I am working on a single producer single consumer ring buffer implementation.I have two requirements:
1) Align a single heap allocated instance of a ring buffer to a cache line.
2) Align a field within a ring buffer to a cache line (to prevent false sharing).
My class looks something like:
#define CACHE_LINE_SIZE 64 // To be used later.
template<typename T, uint64_t num_events>
class RingBuffer { // This needs to be aligned to a cache line.
public:
....
private:
std::atomic<int64_t> publisher_sequence_ ;
int64_t cached_consumer_sequence_;
T* events_;
std::atomic<int64_t> consumer_sequence_; // This needs to be aligned to a cache line.
};
Let me first tackle point 1 i.e. aligning a single heap allocated instance of the class. There are a few ways:
1) Use the c++ 11 alignas(..)
specifier:
template<typename T, uint64_t num_events>
class alignas(CACHE_LINE_SIZE) RingBuffer {
public:
....
private:
// All the private fields.
};
2) Use posix_memalign(..)
+ placement new(..)
without altering the class definition. This suffers from not being platform independent:
void* buffer;
if (posix_memalign(&buffer, 64, sizeof(processor::RingBuffer<int, kRingBufferSize>)) != 0) {
perror("posix_memalign did not work!");
abort();
}
// Use placement new on a cache aligned buffer.
auto ring_buffer = new(buffer) processor::RingBuffer<int, kRingBufferSize>();
3) Use the GCC/Clang extension __attribute__ ((aligned(#)))
template<typename T, uint64_t num_events>
class RingBuffer {
public:
....
private:
// All the private fields.
} __attribute__ ((aligned(CACHE_LINE_SIZE)));
4) I tried to use the C++ 11 standardized aligned_alloc(..)
function instead of posix_memalign(..)
but GCC 4.8.1 on Ubuntu 12.04 could not find the definition in stdlib.h
Are all of these guaranteed to do the same thing? My goal is cache-line alignment so any method that has some limits on alignment (say double word) will not do. Platform independence which would point to using the standardized alignas(..)
is a secondary goal.
I am not clear on whether alignas(..)
and __attribute__((aligned(#)))
have some limit which could be below the cache line on the machine.
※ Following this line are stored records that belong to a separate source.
"""What the certificates of one case cost, per backend (run by hand, not in CI).

For one building model and its first load case (the pipeline's scaled pencil) it times:

* K's factorization (mtype 2 with MKL, SuperLU with scipy) and a block solve of 11 vectors;
* the eigensolution as the tool runs it (shift: rough bound, K + sigma Kg factored and proved
  positive definite, block Krylov-Schur on nu = 1/(lambda - sigma)), and without the shift
  (K's factorization alone), with the number of restarts and block solves;
* the Sturm count at 1.0001 x the 10th load factor (an LDL^T: mtype -2 with MKL);
* an indefinite factorization (mtype -2) of K + sigma Kg at that sigma and a block solve with it:
  the price of a single factorization serving as both count and shift-and-invert operator.

Usage: FRAMEBUCKLE_SOLVER=mkl python benchmarks/certificates.py FILE [modes]
"""

import sys
import time
from pathlib import Path

sys.path.insert(0, str(Path(__file__).resolve().parents[1] / "plugin"))

import numpy as np  # noqa: E402

import importlib  # noqa: E402

from framebuckle.pipeline import api  # noqa: E402
from framebuckle.solver import pardiso, verify  # noqa: E402

S = importlib.import_module("framebuckle.solver.solve")
from framebuckle.mechanics.assemble import Assembler  # noqa: E402
from framebuckle.io.read import read_input  # noqa: E402
from framebuckle.model.refine import subdivide  # noqa: E402
from framebuckle.io.study import Study  # noqa: E402


def main(path, k=10):
    im = read_input(path, Study())
    ref = subdivide(im.frame, 8)
    asm = Assembler.build(ref.frame)
    K = asm.stiffness()
    cons = S.find_constraints(ref.frame, K, "auto")
    out = {"backend": pardiso.backend()}
    t = time.perf_counter()
    f, Kff = S.factorize(K, cons, ref.frame, im.frame.n_nodes, path, scale=True)
    out["factor_K"] = time.perf_counter() - t
    B = np.random.default_rng(0).standard_normal((Kff.shape[0], k + 1))
    t = time.perf_counter()
    f.solve(B)
    out["solve_K_11"] = time.perf_counter() - t
    geo = api._CaseGeometric(asm, ref, True)
    G = S.scale_matrix(geo(im.cases[0])[cons.free][:, cons.free], f.scale)
    for shift in (True, False):
        S.BLOCK_SHIFT = shift
        t = time.perf_counter()
        er = S.buckling_modes(f, Kff, G, k, method="block")
        out[f"eigen_{'shift' if shift else 'noshift'}"] = time.perf_counter() - t
        out[f"lam_{'shift' if shift else 'noshift'}"] = er.load_factors.tolist()
    sigma = er.load_factors[-1] * (1 + verify.STURM_GAP)
    t = time.perf_counter()
    n, how = verify.negative_count(Kff + sigma * G)
    out["sturm_count"] = time.perf_counter() - t
    out["sturm"] = (n, how)
    if pardiso.active():
        t = time.perf_counter()
        pf = pardiso.PardisoFactor(Kff + sigma * G, -2)
        out["factor_indef"] = time.perf_counter() - t
        out["inertia_indef"] = pf.inertia()
        t = time.perf_counter()
        pf.solve(B)
        out["solve_indef_11"] = time.perf_counter() - t
        t = time.perf_counter()
        pf2 = pardiso.PardisoFactor(Kff + 0.9 * er.load_factors[0] * G, 2)
        out["factor_spd_shift"] = time.perf_counter() - t
        pf.close()
        pf2.close()
    for key, v in out.items():
        print(f"{key}: {v:.3f}" if isinstance(v, float) else f"{key}: {v}")


if __name__ == "__main__":
    main(sys.argv[1], *(int(a) for a in sys.argv[2:3]))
I can't reproduce this any more but while printing addresses I think I did not always get 64 byte aligned addresses with alignas(..)
. On the contrary posix_memalign(..)
seemed to always work. Again I cannot reproduce this any more so maybe I was making a mistake.
The second aim is to align a field within a class/struct to a cache line. I am doing this to prevent false sharing. I have tried the following ways:
1) Use the C++ 11 alignas(..)
specifier:
template<typename T, uint64_t num_events>
class RingBuffer { // This needs to be aligned to a cache line.
public:
...
private:
std::atomic<int64_t> publisher_sequence_ ;
int64_t cached_consumer_sequence_;
T* events_;
std::atomic<int64_t> consumer_sequence_ alignas(CACHE_LINE_SIZE);
};
2) Use the GCC/Clang extension __attribute__ ((aligned(#)))
template<typename T, uint64_t num_events>
class RingBuffer { // This needs to be aligned to a cache line.
public:
...
private:
std::atomic<int64_t> publisher_sequence_ ;
int64_t cached_consumer_sequence_;
T* events_;
std::atomic<int64_t> consumer_sequence_ __attribute__ ((aligned (CACHE_LINE_SIZE)));
};
Both these methods seem to align consumer_sequence
to an address 64 bytes after the beginning of the object so whether consumer_sequence
is cache aligned depends on whether the object itself is cache aligned. Here my question is - are there any better ways to do the same?
EDIT: The reason aligned_alloc did not work on my machine was that I was on eglibc 2.15 (Ubuntu 12.04). It worked on a later version of eglibc.
From the man page: The function aligned_alloc() was added to glibc in version 2.16
.
This makes it pretty useless for me since I cannot require such a recent version of eglibc/glibc.